Since the gravitational force exerted by a body is proportional to its mass and inversely proportional to the square of the distance from the body, at this point
mass of sun/(dist. fr. sun)^2 = mass of earth/(dist. fr. earth)^2, or mass of sun/mass of earth = (dist. fr. sun/dist. fr. earth)^2.
My references all say that mass of sun/mass of earth = 333000, so dist. from sun/dist. from earth = sqroot(333000) = 577.
Then the equilibrium point is 1/578 of the distance between the earth and the sun = 93000000 / 578 = 161000 miles from earth. (Is this okay so far?)
But the moon is always at least 225000 miles from earth, so when it orbits between the earth and the sun, moving in a direction perpendicular to the gravitational pull of both, it is beyond the equilibrium point and the sun is pulling on it harder than the earth is. At these times, why wouldn't the sun tear the moon out of earth orbit? My argument must contain an error - please show me where I have gone wrong. Thanks!
Thank you for the good answers and information about the Lagrangian points.
Is it then correct that a satellite cannot be placed in a stable orbit around the earth that takes it beyond L1? Is the distance from earth to L1 the theoretical limit for the radius of a stable earth orbit?

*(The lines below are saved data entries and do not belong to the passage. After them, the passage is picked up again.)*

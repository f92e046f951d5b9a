"""Sample, permutation and spectral entropy of every window against antropy 0.2.3.

antropy takes ~20 s to import (numba compiles eagerly), so it is imported once per module.
"""

from __future__ import annotations

import itertools
import math
import warnings

import numpy as np
import pytest

from models.features.entropies import permutation_entropy, sample_entropy, spectral_entropy
from models.features.windows import CentredWindows

X30 = np.array([0, 0, 3, 12, 0, 0, 0, 45, 80, 2, 0, 0, 0, 0, 7, 0, 0, 1, 0, 0, 150, 90, 10, 0, 0, 0, 0, 0, 0, 4],
               dtype=float)  # feature-references.md §2


def _x181() -> np.ndarray:
    rng = np.random.default_rng(7)  # feature-references.md §2
    x = rng.poisson(3, 181).astype(float)
    x[::10] *= 20
    return x


def _log_counts(n: int, seed: int) -> np.ndarray:
    """log1p of sleep-like counts: long zero runs (ties), small counts, bursts."""
    rng = np.random.default_rng(seed)
    x = rng.poisson(2, n) * (rng.random(n) < 0.3) + rng.poisson(90, n) * (rng.random(n) < 0.04)
    x[n // 3:n // 3 + 40] = 0  # an all-zero stretch
    return np.log1p(x.astype(float))


@pytest.fixture(scope="module")
def ant():
    import antropy  # reference library, test-only (antropy 0.2.3)

    return antropy


def _windows(x: np.ndarray, h: int):
    for i in range(x.size):
        yield i, x[max(0, i - h):i + h + 1]


# ---- sample entropy ----------------------------------------------------------------------

@pytest.mark.parametrize(("x", "expected"), [(X30, 0.4811769298), (_x181(), 0.3466975942)])
def test_sample_entropy_check_values(x, expected):
    # feature-references.md §2: ant.sample_entropy(x) with r = 0.2 * SD(ddof=0)
    got = sample_entropy(x, (x.size,), tolerance=0.2 * np.std(x))[0, 0]
    assert got == pytest.approx(expected, rel=1e-9)


def test_sample_entropy_match_is_strictly_below_tolerance():
    # feature-references.md §2: x181 with a whole-number r = 2: strict "<" gives 1.100987023,
    # "<=" would give 0.6494616128 (antropy numba path and nolds both use strict "<")
    x = _x181()
    assert sample_entropy(x, (x.size,), tolerance=2.0)[0, 0] == pytest.approx(1.100987023, rel=1e-9)


@pytest.mark.parametrize("h", [10, 30])
def test_sample_entropy_equals_antropy_on_every_window(ant, h):
    x = _log_counts(160, h)
    got = sample_entropy(x, (h,), tolerance=0.2)[:, 0]
    for i, w in _windows(x, h):
        with warnings.catch_warnings():
            warnings.simplefilter("ignore")  # antropy warns for B = 0 / A = 0
            ref = ant.sample_entropy(w, order=2, tolerance=0.2)
        if np.isinf(ref):  # A = 0: capped at ln(T(T-1)/2) with T = N - m templates
            t = w.size - 2
            ref = math.log(t * (t - 1) / 2)
        np.testing.assert_allclose(got[i], ref, rtol=1e-12, err_msg=f"epoch {i}")


def test_sample_entropy_several_sizes_in_one_call(ant):
    x = _log_counts(120, 5)
    both = sample_entropy(x, (10, 30), tolerance=0.3)
    np.testing.assert_array_equal(both[:, 0], sample_entropy(x, (10,), tolerance=0.3)[:, 0])
    np.testing.assert_array_equal(both[:, 1], sample_entropy(x, (30,), tolerance=0.3)[:, 0])


def _sampen_brute_force(w: np.ndarray, m: int, r: float) -> float:
    """Richman & Moorman counting over the first N - m templates, skipping templates with NaN."""
    n = w.size
    starts = [i for i in range(n - m) if not np.isnan(w[i:i + m + 1]).any()]
    b = a = 0
    for i, j in itertools.combinations(starts, 2):
        if np.max(np.abs(w[i:i + m] - w[j:j + m])) < r:
            b += 1
            a += abs(w[i + m] - w[j + m]) < r
    if b == 0:
        return np.nan
    return math.log(b / a) if a else math.log(len(starts) * (len(starts) - 1) / 2)


def test_sample_entropy_skips_templates_with_missing_epochs():
    x = _log_counts(90, 11)
    x[[20, 21, 50, 70]] = np.nan
    got = sample_entropy(x, (12,), tolerance=0.25)[:, 0]
    for i, w in _windows(x, 12):
        np.testing.assert_allclose(got[i], _sampen_brute_force(w, 2, 0.25), rtol=1e-12, err_msg=f"epoch {i}")


@pytest.mark.filterwarnings("error")
def test_sample_entropy_still_window_is_zero():
    # all templates match (distance 0 < r): A = B, SampEn = 0 (antropy gives 0 too with a fixed r)
    got = sample_entropy(np.zeros(60), (10, 20), tolerance=0.2)
    assert np.all(got == 0.0)


# ---- permutation entropy -----------------------------------------------------------------

@pytest.mark.parametrize(("x", "order", "expected"), [
    # feature-references.md §2: ant.perm_entropy(x, order, 1, normalize=True)
    (X30, 3, 0.7306428649), (X30, 4, 0.6551024946), (X30, 5, 0.5713457774),
    (_x181(), 3, 0.9850006631), (_x181(), 4, 0.974227734), (_x181(), 5, 0.9247039218),
])
def test_permutation_entropy_check_values(x, order, expected):
    assert permutation_entropy(x, (x.size,), order=order)[0, 0] == pytest.approx(expected, rel=1e-9)


@pytest.mark.parametrize(("h", "order"), [(10, 3), (30, 3), (30, 4)])
def test_permutation_entropy_equals_antropy_on_every_window(ant, h, order):
    x = _log_counts(150, h + order)  # many ties: zero runs rank earlier positions lower
    got = permutation_entropy(x, (h,), order=order)[:, 0]
    for i, w in _windows(x, h):
        ref = ant.perm_entropy(w, order=order, delay=1, normalize=True)
        np.testing.assert_allclose(got[i], ref, rtol=1e-12, atol=1e-15, err_msg=f"epoch {i}")


def test_permutation_entropy_skips_patterns_with_missing_epochs(ant):
    x = _log_counts(80, 3)
    x[40] = np.nan
    got = permutation_entropy(x, (x.size,), order=3)[0, 0]
    # reference: patterns of both NaN-free stretches, counted together (antropy's tie rule)
    pats = [tuple(np.argsort(x[t:t + 3], kind="stable")) for t in range(78) if not np.isnan(x[t:t + 3]).any()]
    p = np.array(list({k: pats.count(k) for k in set(pats)}.values())) / len(pats)
    assert got == pytest.approx(-(p * np.log2(p)).sum() / np.log2(6), rel=1e-12)


@pytest.mark.filterwarnings("error")
def test_permutation_entropy_still_window_is_zero(ant):
    assert np.all(permutation_entropy(np.zeros(50), (10,))[:, 0] == 0.0)
    assert ant.perm_entropy(np.zeros(21), normalize=True) == 0.0  # antropy: all "increasing"


# ---- spectral entropy --------------------------------------------------------------------

@pytest.mark.parametrize(("x", "expected"), [(X30, 0.8103837102), (_x181(), 0.6585540863)])
def test_spectral_entropy_check_values(x, expected):
    # feature-references.md §2: ant.spectral_entropy(x, sf=1, normalize=True) (= tsf.entropy)
    assert spectral_entropy(CentredWindows(x, x.size))[0] == pytest.approx(expected, rel=1e-9)


@pytest.mark.parametrize("h", [10, 30, 45])
def test_spectral_entropy_equals_antropy_on_every_window(ant, h):
    # full windows (odd length) and truncated ones (odd and even lengths, Nyquist bin not doubled)
    x = _log_counts(170, h)
    got = spectral_entropy(CentredWindows(x, h))
    for i, w in _windows(x, h):
        if w.min() == w.max():
            assert got[i] == 0.0
            continue
        ref = ant.spectral_entropy(w, sf=1, method="fft", normalize=True)
        np.testing.assert_allclose(got[i], ref, rtol=1e-9, atol=1e-12, err_msg=f"epoch {i}")


def test_spectral_entropy_fills_missing_epochs_with_the_window_mean(ant):
    x = _log_counts(61, 8)
    x[[10, 33]] = np.nan
    got = spectral_entropy(CentredWindows(x, 30))[30]
    filled = np.where(np.isnan(x), np.nanmean(x), x)
    assert got == pytest.approx(ant.spectral_entropy(filled, sf=1, normalize=True), rel=1e-9)


@pytest.mark.filterwarnings("error")
def test_spectral_entropy_still_window_is_zero():
    got = spectral_entropy(CentredWindows(np.full(80, np.log1p(3.0)), 30))
    assert np.all(got == 0.0)
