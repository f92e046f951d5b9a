// The review page: marks (wake, sleep, the rest interval) made on the figure, the parameters the
// service computes for them, submitting a review, and for analysts the two reviews side by side.
// The page never computes sleep parameters itself: every figure in the tables comes from the service.
"use strict";
(function () {
  const data = JSON.parse(document.getElementById("review-data").textContent);
  const night = data.context;
  const figure = window.NightbankReviewFigure(document.getElementById("review-plot"), night);
  const $ = function (id) { return document.getElementById(id); };
  const when = function (iso) { return window.NightbankReviewTime(iso); };
  const KIND_NAMES = { wake: "wake", sleep: "sleep", rest: "rest interval" };
  const state = { mode: "wake", marks: [], base: { key: "model", labels: night.calls.slice() }, locked: false,
    previewSeq: 0, previewTimer: null, reviews: null };

  // ---- talking to the service (through the page's own JSON routes) ----
  function send(url, body) {
    const headers = { "Content-Type": "application/json", "Accept": "application/json" };
    headers[data.form_token_header] = data.form_token;
    return fetch(url, { method: "POST", credentials: "same-origin", headers: headers, body: JSON.stringify(body) })
      .then(answer);
  }

  function answer(r) {
    return r.text().then(function (raw) {
      let body = null;
      try { body = raw ? JSON.parse(raw) : null; } catch (e) { body = null; }
      if (!r.ok) {
        const where = body && Array.isArray(body.problems) && body.problems.length
          ? " (" + body.problems.map(function (p) { return p.location || p.message; }).join("; ") + ")" : "";
        const error = new Error(((body && body.detail) || "the service answered " + r.status) + where);
        error.status = r.status;
        throw error;
      }
      return body;
    });
  }

  // ---- marks and the scoring they give ----
  function restMark() {
    for (let i = state.marks.length - 1; i >= 0; i -= 1) if (state.marks[i].kind === "rest") return state.marks[i];
    return null;
  }

  // The rest interval judged: the last one marked, else the recorded in-bed period the figure outlines.
  function restInterval() {
    const marked = restMark();
    if (marked) return range(marked);
    return Array.isArray(night.in_bed) ? { start_epoch: night.in_bed[0], end_epoch: night.in_bed[1] } : null;
  }

  function range(m) { return { start_epoch: m.start_epoch, end_epoch: m.end_epoch }; }

  // The scoring shown in the "with the marks" strip: the base, wake marks, then sleep marks, and
  // nothing judged outside the rest interval. (Display only; the service applies the marks itself.)
  function markedLabels() {
    const out = state.base.labels.slice();
    ["wake", "sleep"].forEach(function (kind) {
      state.marks.forEach(function (m) {
        if (m.kind !== kind) return;
        for (let i = m.start_epoch; i < m.end_epoch; i += 1) out[i] = kind === "sleep" ? 1 : 0;
      });
    });
    const rest = restInterval();
    if (rest) for (let i = 0; i < out.length; i += 1) if (i < rest.start_epoch || i >= rest.end_epoch) out[i] = null;
    return out;
  }

  // The body of a review, a preview or an adjudicated correction.
  function reviewBody() {
    const body = { reviewer: $("reviewer-name").value.trim(), note: $("review-note").value.trim() || null };
    if (state.base.key === "model") {
      body.wake_intervals = state.marks.filter(function (m) { return m.kind === "wake"; }).map(range);
      body.sleep_intervals = state.marks.filter(function (m) { return m.kind === "sleep"; }).map(range);
      body.rest_interval = restInterval();
    } else {
      body.labels = markedLabels();
    }
    return body;
  }

  function changed() {
    figure.setMarks(state.marks, restMark() && range(restMark()));
    figure.setLabels("marked", markedLabels());
    $("undo-mark").disabled = state.locked || !state.marks.length;
    $("clear-marks").disabled = state.locked || !state.marks.length;
    listMarks();
    schedulePreview();
  }

  function listMarks() {
    const list = $("mark-list");
    list.textContent = "";
    $("no-marks").hidden = state.marks.length > 0;
    state.marks.forEach(function (m, i) {
      const item = document.createElement("li");
      item.className = "mark-item mark-" + m.kind;
      const epochs = m.end_epoch - m.start_epoch;
      item.appendChild(document.createTextNode(KIND_NAMES[m.kind] + ": " + figure.clock(m.start_epoch) + " – " +
        figure.clock(m.end_epoch) + " (" + epochs + " epoch" + (epochs === 1 ? "" : "s") + ", epochs " +
        m.start_epoch + "–" + (m.end_epoch - 1) + ") "));
      const remove = document.createElement("button");
      remove.type = "button";
      remove.className = "quiet";
      remove.textContent = "remove";
      remove.setAttribute("aria-label", "remove mark " + (i + 1));
      remove.disabled = state.locked;
      remove.addEventListener("click", function () { state.marks.splice(i, 1); changed(); });
      item.appendChild(remove);
      list.appendChild(item);
    });
  }

  function addMark(r) {
    if (state.locked) return;
    state.marks.push({ kind: state.mode, start_epoch: r.start_epoch, end_epoch: r.end_epoch });
    changed();
  }

  function undo() {
    if (state.locked || !state.marks.length) return;
    state.marks.pop();
    changed();
  }

  function setMode(mode) {
    state.mode = mode;
    document.querySelectorAll('input[name="mark-mode"]').forEach(function (r) { r.checked = r.value === mode; });
  }

  // ---- parameters from the service ----
  function fmt(v, digits) { return Number.isFinite(v) ? v.toFixed(digits === undefined ? 1 : digits) : "–"; }

  function showParameters(parameters) {
    document.querySelectorAll("#review-parameters tbody tr").forEach(function (row) {
      const name = row.getAttribute("data-parameter");
      const model = (night.parameters || {})[name], marked = parameters[name];
      const span = (night.intervals || {})[name];
      row.querySelector(".marked").textContent = fmt(marked);
      const change = Number.isFinite(model) && Number.isFinite(marked) ? marked - model : NaN;
      const cell = row.querySelector(".change");
      cell.textContent = Number.isFinite(change) ? (change > 0 ? "+" : "") + fmt(change) : "–";
      const outside = Array.isArray(span) && Number.isFinite(marked) && change !== 0 &&
        (marked < span[0] || marked > span[1]);
      cell.classList.toggle("beyond", outside);
      row.querySelector(".marked").classList.toggle("beyond", outside);
    });
  }

  function schedulePreview() {
    window.clearTimeout(state.previewTimer);
    $("preview-status").setAttribute("data-state", "pending");
    state.previewTimer = window.setTimeout(preview, 150);
  }

  function preview() {
    const seq = ++state.previewSeq;
    const status = $("preview-status");
    status.textContent = "Updating the parameters…";
    status.setAttribute("data-state", "pending");
    const body = reviewBody();
    delete body.reviewer;
    send(data.urls.preview, body).then(function (result) {
      if (seq !== state.previewSeq) return;
      showParameters(result.parameters || {});
      status.textContent = state.marks.length ? "Parameters with " + state.marks.length + " mark" +
        (state.marks.length === 1 ? "" : "s") + "." : "Parameters of the scoring shown (no marks).";
      status.setAttribute("data-state", "done");
    }).catch(function (err) {
      if (seq !== state.previewSeq) return;
      status.textContent = "The parameters could not be updated: " + err.message;
      status.setAttribute("data-state", "failed");
    });
  }

  // ---- submitting ----
  function lock(why) {
    state.locked = true;
    figure.setLocked(true);
    $("submit-review").disabled = true;
    $("undo-mark").disabled = true;
    $("clear-marks").disabled = true;
    document.querySelectorAll("#mark-mode input").forEach(function (r) { r.disabled = true; });
    listMarks();
    if (why) $("submit-status").textContent = why;
  }

  function submit(event) {
    event.preventDefault();
    const body = reviewBody();
    if (!body.reviewer) { $("submit-status").textContent = "Give your reviewer name first."; return; }
    if (body.labels) {
      $("submit-status").textContent = "Reviews start from the model's calls; choose it under \"Marks change\".";
      return;
    }
    $("submit-review").disabled = true;
    $("submit-status").textContent = "Submitting…";
    send(data.urls.reviews, body).then(function (stored) {
      lock("Review submitted by " + stored.reviewer + " at " + when(stored.submitted_at) + " (review " +
        stored.review_id + "). The night is now " + String(stored.status || "").replace("_", " ") + ".");
      $("submit-status").setAttribute("data-state", "submitted");
      if (stored.status) $("review-state").textContent = String(stored.status).replace("_", " ");
      if (stored.parameters) showParameters(stored.parameters);
      loadReviews();
    }).catch(function (err) {
      $("submit-review").disabled = false;
      $("submit-status").textContent = "Not submitted: " + err.message;
      $("submit-status").setAttribute("data-state", "failed");
    });
  }

  // ---- the reviews already in ----
  function loadReviews() {
    fetch(data.urls.reviews, { credentials: "same-origin", headers: { "Accept": "application/json" } }).then(answer)
      .then(function (body) {
        state.reviews = body;
        showReviews(body);
      }).catch(function (err) {
        $("reviews-summary").textContent = "The reviews could not be read: " + err.message;
      });
  }

  function plural(k, word) { return k + " " + word + (k === 1 ? "" : "s"); }

  function showReviews(body) {
    const reviews = body.data || [];
    const withContent = reviews.filter(function (r) { return Array.isArray(r.labels); });
    const own = reviews.find(function (r) { return r.own; });
    const needed = Number.isFinite(body.reviews_needed) ? body.reviews_needed : 0;
    // Two reviews per night: the ones submitted are those no longer needed (some may be hidden from this viewer).
    const count = needed > 0 ? Math.max(reviews.length, 2 - needed) : reviews.length;
    let text = count === 0 ? "No review submitted yet" : plural(count, "review") + " submitted";
    text += reviews.length ? " (" + reviews.map(function (r) {
      return (r.own ? "yours, as " : "") + r.reviewer + " at " + when(r.submitted_at); }).join("; ") + ")." : ".";
    if (needed > 0) text += " " + plural(needed, "more review") + " needed; what each reviewer marked stays hidden " +
      "until both are in.";
    const c = body.correction;
    if (c) {
      text += " Correction stored by " + c.adjudicated_by + " at " + when(c.adjudicated_at) +
        (c.accepted_review_id ? " (review " + c.accepted_review_id + " accepted)." : " (the adjudicator's own marks).");
    }
    $("reviews-summary").textContent = text;
    $("reviews-summary").setAttribute("data-count", String(count));
    $("reviews-summary").setAttribute("data-needed", String(body.reviews_needed));
    if (body.status) $("review-state").textContent = String(body.status).replace("_", " ");
    const bothIn = body.reviews_needed === 0;
    if (bothIn) $("submit-section").hidden = true;
    else if (own && !state.locked) {
      lock("You reviewed this night at " + when(own.submitted_at) + ".");
      if (Array.isArray(own.labels)) figure.setLabels("marked", own.labels);
      if (own.parameters) showParameters(own.parameters);
    }
    if (data.analyse && body.discrepancy && withContent.length >= 2 && window.NightbankReviewCompare) {
      window.NightbankReviewCompare({ data: data, figure: figure, reviews: withContent, discrepancy: body.discrepancy,
        correction: body.correction, send: send, setBase: setBase, reviewBody: reviewBody,
        markCount: function () { return state.marks.length; }, reload: loadReviews });
    } else if (bothIn && !data.analyse) {
      lock("Both reviews are in; an analyst settles the night.");
    }
  }

  // Which scoring the marks change: the model's calls (a review) or one review's labels (an analyst's correction).
  function setBase(key, labels) {
    state.base = { key: key, labels: labels.slice() };
    state.locked = false;
    figure.setLocked(false);
    document.querySelectorAll("#mark-mode input").forEach(function (r) { r.disabled = false; });
    changed();
  }

  // ---- wiring ----
  figure.onMark(addMark);
  figure.onHover(function (epoch, selecting) {
    const out = $("hover-readout");
    if (epoch === null) { out.textContent = "Point at the figure to read an epoch; drag to mark."; return; }
    const call = function (v) { return v === 1 ? "sleep" : v === 0 ? "wake" : "not judged"; };
    const p = Array.isArray(night.p_sleep) ? night.p_sleep[epoch] : null;
    let line = figure.clock(epoch) + " · epoch " + epoch + " · counts " + fmt(night.counts[epoch], 0) +
      (Number.isFinite(p) ? " · P(sleep) " + fmt(p, 2) : "") + " · model: " + call(night.calls[epoch]) +
      " · with the marks: " + call(markedLabels()[epoch]);
    if (selecting) line = "marking " + KIND_NAMES[state.mode] + " " + figure.clock(selecting.start_epoch) + " – " +
      figure.clock(selecting.end_epoch) + " (" + (selecting.end_epoch - selecting.start_epoch) + " epochs)";
    out.textContent = line;
  });
  document.querySelectorAll('input[name="mark-mode"]').forEach(function (r) {
    r.addEventListener("change", function () { if (r.checked) setMode(r.value); });
  });
  $("undo-mark").addEventListener("click", undo);
  $("clear-marks").addEventListener("click", function () { state.marks = []; changed(); });
  $("review-form").addEventListener("submit", submit);
  $("mark-by-time").addEventListener("submit", function (event) {
    event.preventDefault();
    const from = figure.epochAtClock($("mark-from").value), until = figure.epochAtClock($("mark-to").value);
    const out = $("mark-by-time-status");
    if (from === null || until === null || until <= from || until > figure.n_epochs) {
      out.textContent = "Give two times inside the recording (" + figure.clock(0) + " – " +
        figure.clock(figure.n_epochs) + "), the second after the first.";
      out.setAttribute("data-state", "failed");
      return;
    }
    out.textContent = "";
    out.removeAttribute("data-state");
    addMark({ start_epoch: from, end_epoch: until });
  });

  document.addEventListener("keydown", function (event) {
    const target = event.target;
    if (event.altKey || event.metaKey || (event.ctrlKey && event.key !== "z")) return;
    if (target && (target.isContentEditable || /^(INPUT|TEXTAREA|SELECT)$/.test(target.tagName)) &&
        !(target.type === "radio")) return;
    const key = event.key.toLowerCase();
    if (event.key === "Escape") { figure.cancelDrag(); return; }
    if (event.ctrlKey && key === "z") { undo(); event.preventDefault(); return; }
    if (key === "w" || key === "s" || key === "r") {
      if (!state.locked) setMode({ w: "wake", s: "sleep", r: "rest" }[key]);
    } else if (key === "u") {
      undo();
    } else if (key === "n" || key === "p") {
      const link = $(key === "n" ? "queue-next" : "queue-previous");
      if (link) window.location.assign(link.href);
    } else {
      return;
    }
    event.preventDefault();
  });

  changed();
  loadReviews();
})();
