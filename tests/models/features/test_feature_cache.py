"""Feature cache: LRU by bytes, directory persistence, keys by content hash and version."""

from __future__ import annotations

import numpy as np
import pytest

from models.features.cache import FeatureCache
from models.features.matrix import (
    FeatureConfig,
    FeatureInputError,
    FeatureMatrix,
    FeatureSetMismatchError,
    compute_features,
)


def _matrix(rows: int, version: str = "v1", fill: float = 0.0) -> FeatureMatrix:
    return FeatureMatrix(np.full((rows, 2), fill, dtype=np.float32), ("a", "b"), version)


def test_get_or_compute_computes_once_per_key():
    cache, calls = FeatureCache(), []
    counts = np.random.default_rng(0).poisson(5, 300).astype(float)
    config = FeatureConfig(families=("summary",))

    def compute() -> FeatureMatrix:
        calls.append(1)
        return compute_features(counts, 30, config=config)

    version = config.version + "-30s"
    first = cache.get_or_compute("night1", version, compute)
    again = cache.get_or_compute("night1", version, compute)
    assert again is first and len(calls) == 1
    assert cache.get("night1", FeatureConfig().version + "-30s") is None  # another feature set


def test_lru_drops_least_recently_used_beyond_the_byte_budget():
    one = _matrix(100).values.nbytes
    cache = FeatureCache(max_bytes=2 * one)
    for key in ("a", "b"):
        cache.put(key, "v1", _matrix(100))
    assert cache.get("a", "v1") is not None  # "a" is now the most recent
    cache.put("c", "v1", _matrix(100))
    assert cache.get("b", "v1") is None and cache.get("a", "v1") is not None and len(cache) == 2


def test_directory_entries_survive_a_new_cache(tmp_path):
    fm = _matrix(10, fill=1.5)
    FeatureCache(directory=tmp_path).put("abc123", "v1", fm)
    loaded = FeatureCache(directory=tmp_path).get("abc123", "v1")
    assert loaded is not None and loaded.names == fm.names and loaded.version == "v1"
    np.testing.assert_array_equal(loaded.values, fm.values)
    assert sorted(p.suffix for p in tmp_path.iterdir()) == [".json", ".npy"]


def test_put_refuses_a_version_that_is_not_the_features_version():
    with pytest.raises(FeatureSetMismatchError) as err:
        FeatureCache().put("abc", "v2", _matrix(3, "v1"))
    assert err.value.code == "feature_set_mismatch"


def test_unsafe_keys_are_refused(tmp_path):
    with pytest.raises(FeatureInputError, match="cache key"):
        FeatureCache(directory=tmp_path).get("../escape", "v1")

(For these questions assume the moon is missing, for it would surely affect a satellite orbiting the earth at such a great distance.)
3 Answers
- dogwood_lockLv 51 decade agoFavorite Answer
The Moon doesn't need Earth's gravity to keep it from falling into the sun. The fact that it is orbiting the sun (along with Earth) is enough. The point you are talking about is called the L1 Lagrange Point.
Your calculations assumed that the objects are not moving relative to each other. Think about this for a second: imagine that the Earth magically disappeared and where the Earth-Moon pair had been we just had the Moon itself. What would happen? The Moon would continue in orbit around the sun, making the trip once every 365 days, just like always. Our solar system would still have 8 planets, but the 3rd planet would be called Luna.
Yes it's true that when the Moon is between Earth and the sun the gravity of the sun is stronger on it than the gravity of the moon, but both the Earth and the Moon have a significant amount of momentum carrying them in orbit around the sun. You have to allow for this to calculate correctly the location of the Lagrange Point.
P.S. I just thought of another way to look at this problem. The same logic will show you that, when Earth is between the Moon and the Sun, the sun's gravitational pull on Earth is stronger than the Moon's gravitational pull on Earth, so why doesn't Earth fall into the sun? It's because Earth doesn't need the Moon's gravity to prevent that disaster. Earth's momentum is enough. Ditto for the Moon.
Imagine that there is a space station at the Earth-Sun L1 Lagrange point. If you put on a space suit and stepped out the airlock on the sun side of the station, you would gradually start drifting toward the sun. But what if a satellite in orbit around Earth came whizzing by right over your head, would it also drift toward the sun? Not necessarily, because it has momentum relative to the station and you don't. So, yes, it is possible for a satellite to have an orbit which takes it inside the L1 point.
Source(s): http://en.wikipedia.org/wiki/Lagrange_point - Peter TLv 61 decade ago
The Lagrangian points are not the points where the gravitational fields of each body are equal but rather the points where the combined gravitational fields of the two bodies produce the centripetal force that will keep a third body rotating at the same angular speed (and thus be stationary with respect to the two bodies in a reference frame that rotates with them.)
- 1 decade ago
What you are describing is call the Lagrangian Point. It's a nifty math model used for satellite positioning...
here's a nice wiki article:
http://en.wikipedia.org/wiki/Lagrangian_point
the math comes out saying that L1 (the point between Earth and the Sun) is about 0.01 the distance to the sun, or
0.01 * 93,000,000 = 930,000
So that it why we still have our moon